■ WORK TO BE COMPLETED ■
Report all lines from the entries below in which "link" appears.

(Dataset entries)
□ □ □ □ □

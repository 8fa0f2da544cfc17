package aislecast.jobs.io;

import aislecast.jobs.config.RunFailure;

/** The input data cannot be used as given (missing table, wrong schema, too many rejects). */
public class InputException extends RunFailure {
  private static final long serialVersionUID = 1L;

  public InputException(String message) {
    super(BAD_INPUT, message);
  }

  public InputException(String message, Throwable cause) {
    super(BAD_INPUT, message, cause);
  }
}
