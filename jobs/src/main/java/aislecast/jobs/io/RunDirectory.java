package aislecast.jobs.io;

import aislecast.jobs.config.RunFailure;
import java.io.IOException;
import java.util.UUID;
import java.util.regex.Pattern;
import org.apache.hadoop.fs.FileSystem;
import org.apache.hadoop.fs.Path;
import org.apache.spark.sql.SparkSession;

/**
 * A run folder {@code <output>/<run_id>} that appears whole or not at all: everything is written
 * under a hidden staging folder {@code <output>/.staging-<run_id>-<nonce>} (Spark and SQL engines
 * skip names starting with '.'), which {@link #commit()} renames into place in one step.
 */
public final class RunDirectory {

  private static final Pattern RUN_ID = Pattern.compile("[A-Za-z0-9][A-Za-z0-9._-]*");

  private final FileSystem fs;
  private final Path staging;
  private final Path target;
  private boolean done;

  private RunDirectory(FileSystem fs, Path staging, Path target) {
    this.fs = fs;
    this.staging = staging;
    this.target = target;
  }

  /**
   * Creates the staging folder for run {@code runId} under {@code outputRoot}.
   *
   * @throws RunFailure exit 2 if the run id is not a plain folder name or the run already exists
   */
  public static RunDirectory create(SparkSession spark, String outputRoot, String runId) {
    if (!RUN_ID.matcher(runId).matches()) {
      throw new RunFailure(
          RunFailure.BAD_INPUT,
          "run id '" + runId + "' must be a plain folder name (letters, digits, '.', '_', '-')");
    }
    Path root = new Path(outputRoot);
    try {
      FileSystem fs = root.getFileSystem(spark.sparkContext().hadoopConfiguration());
      Path target = new Path(root, runId);
      if (fs.exists(target)) {
        throw new RunFailure(
            RunFailure.BAD_INPUT,
            "run folder " + target + " already exists; choose another --run-id");
      }
      Path staging = new Path(root, ".staging-" + runId + "-" + UUID.randomUUID());
      if (!fs.mkdirs(staging)) {
        throw new RunFailure(RunFailure.OTHER, "cannot create staging folder " + staging);
      }
      return new RunDirectory(fs, staging, target);
    } catch (IOException e) {
      throw new RunFailure(
          RunFailure.OTHER, "cannot prepare output folder " + outputRoot + ": " + e.getMessage(), e);
    }
  }

  /** Where to write now (the staging folder), as a path string Spark understands. */
  public String staging() {
    return staging.toString();
  }

  /** Where the run will be visible after {@link #commit()} (absolute path for local files). */
  public String target() {
    Path q = fs.makeQualified(target);
    return "file".equals(q.toUri().getScheme()) ? q.toUri().getPath() : q.toString();
  }

  /** Renames staging into place. */
  public void commit() {
    try {
      if (fs.exists(target)) {
        throw new RunFailure(
            RunFailure.BAD_INPUT, "run folder " + target + " appeared while this run was writing");
      }
      if (!fs.rename(staging, target)) {
        throw new RunFailure(RunFailure.OTHER, "cannot rename " + staging + " to " + target);
      }
      done = true;
    } catch (IOException e) {
      throw new RunFailure(
          RunFailure.OTHER, "cannot publish run folder " + target + ": " + e.getMessage(), e);
    }
  }

  /** Deletes the staging folder unless committed; safe to call more than once. */
  public void abort() {
    if (done) {
      return;
    }
    done = true;
    try {
      fs.delete(staging, true);
    } catch (IOException e) {
      // Leaving a hidden staging folder behind is harmless; the original failure matters more.
    }
  }
}
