package method

import (
	"fmt"
	"math"
	"testing"
)

// EWMA averages and time-varying limits against the recursion written out
// in R 4.2.2 (testdata/rref/control.R), λ = 0.2, L = 3, centre and σ from
// the individuals chart.
func TestEWMAAgainstR(t *testing.T) {
	ref := ctlRef(t)
	for _, set := range []string{"ind", "ar", "ties", "small"} {
		m := ref[set]
		x := ctlSeries(t, m, "x")
		ind, _ := Individuals(x, IndividualsOptions{})
		c, err := EWMA(x, ind.Centre, ind.Sigma.Sigma, 0.2, 3)
		if err != nil {
			t.Fatal(err)
		}
		z := ctlSeries(t, m, "ewma")
		hw := ctlSeries(t, m, "ewmahw")
		for i := range x {
			ctlClose(t, fmt.Sprintf("%s z[%d]", set, i), c.Z[i], z[i], 1e-13)
			lo, hi := c.Limits(i)
			ctlClose(t, fmt.Sprintf("%s hw[%d]", set, i), (hi-lo)/2, hw[i], 1e-9)
			out := math.Abs(z[i]-ind.Centre) > hw[i]
			if got := containsInt(c.Beyond, i); got != out {
				t.Errorf("%s point %d beyond: %v, R says %v", set, i, got, out)
			}
		}
		slo, shi := c.SteadyLimits()
		lo, hi := c.Limits(1000)
		ctlClose(t, "steady", shi-slo, hi-lo, 1e-12)
	}
}

func containsInt(s []int, v int) bool {
	for _, x := range s {
		if x == v {
			return true
		}
	}
	return false
}

// EWMA run lengths: against Lucas and Saccucci (1990), Table 3 as
// reproduced in Montgomery (2009) Table 9.11 (values from memory, to the
// table's 3 significant figures), and against the same Markov chain solved
// in R 4.2.2.
func TestEWMAARL(t *testing.T) {
	table := []struct{ lambda, l, shift, arl float64 }{
		{0.1, 2.814, 0, 500}, {0.1, 2.814, 0.5, 31.3}, {0.1, 2.814, 1, 10.3}, {0.1, 2.814, 2, 4.4},
		{0.2, 2.962, 0, 500}, {0.2, 2.962, 0.5, 41.8}, {0.2, 2.962, 1, 10.5}, {0.2, 2.962, 2, 3.7},
		{0.05, 2.615, 0, 500}, {0.05, 2.615, 0.5, 28.8}, {0.05, 2.615, 1, 11.4}, {0.05, 2.615, 2, 5.2},
		{0.4, 3.054, 0, 500}, {0.4, 3.054, 0.5, 71.2}, {0.4, 3.054, 1, 14.3}, {0.4, 3.054, 2, 3.5},
	}
	ref := ctlRef(t)
	for _, r := range table {
		got, err := EWMAARL(r.lambda, r.l, r.shift)
		if err != nil {
			t.Fatal(err)
		}
		tol := 0.005 * r.arl // the table's 3 figures (500 is a design value: within 0.2 %)
		if r.arl < 10 {
			tol = 0.05
		}
		if math.Abs(got-r.arl) > tol {
			t.Errorf("EWMA λ=%g L=%g shift %g: ARL %.2f, table %g", r.lambda, r.l, r.shift, got, r.arl)
		}
		want := ref[fmt.Sprintf("ewma-%g-%g", r.lambda, r.l)][fmt.Sprintf("arl:%g", r.shift)]
		ctlClose(t, "EWMA ARL vs R", got, want, 1e-9)
	}
	for _, bad := range [][2]float64{{0, 3}, {1.5, 3}, {0.2, 0}, {0.2, math.Inf(1)}} {
		if _, err := EWMAARL(bad[0], bad[1], 0); err == nil {
			t.Errorf("%v: no error", bad)
		}
	}
	if _, err := EWMA([]float64{1}, 0, 1, math.NaN(), 3); err == nil {
		t.Error("NaN λ: no error")
	}
}

// TestSolveARL: the elimination solves (I − R)·x = 1 for chains built like
// the run-length ones and for a matrix that needs row exchanges; checked by
// the residual of the solution (by construction), to 1e-10 relative.
func TestSolveARL(t *testing.T) {
	for _, m := range []int{1, 2, 5, 40} {
		for _, swap := range []bool{false, true} {
			a := make([]float64, m*m)
			for i := range m {
				for j := range m {
					// a sub-stochastic chain: each row sums to 0.9
					a[i*m+j] = -0.9 / float64(m) * (1 + 0.5*math.Sin(float64(3*i+7*j)))
				}
				a[i*m+i] += 1
			}
			if swap && m > 1 {
				// a zero on the diagonal: pivoting must exchange rows
				// (the solution is unchanged: both rows keep b = 1)
				for j := range m {
					a[j], a[m+j] = a[m+j], a[j]
				}
				a[0] = 0
			}
			orig := append([]float64(nil), a...)
			x := make([]float64, m)
			for start := range m {
				a := append([]float64(nil), orig...)
				v, err := ctlSolveARL(a, m, start)
				if err != nil {
					t.Fatalf("m %d swap %v: %v", m, swap, err)
				}
				x[start] = v
			}
			for i := range m {
				r := -1.0
				for j := range m {
					r += orig[i*m+j] * x[j]
				}
				if math.Abs(r) > 1e-10 {
					t.Errorf("m %d swap %v: residual %g in row %d", m, swap, r, i)
				}
			}
		}
	}
	if _, err := ctlSolveARL([]float64{0, 0, 0, 0}, 2, 0); err == nil {
		t.Error("a singular chain was solved")
	}
}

□ □ □ □ □

■ EXERCISE RESULT ■
 * skip names starting with '.'), which {@link #commit()} renames into place in one step.
  /** Where the run will be visible after {@link #commit()} (absolute path for local files). */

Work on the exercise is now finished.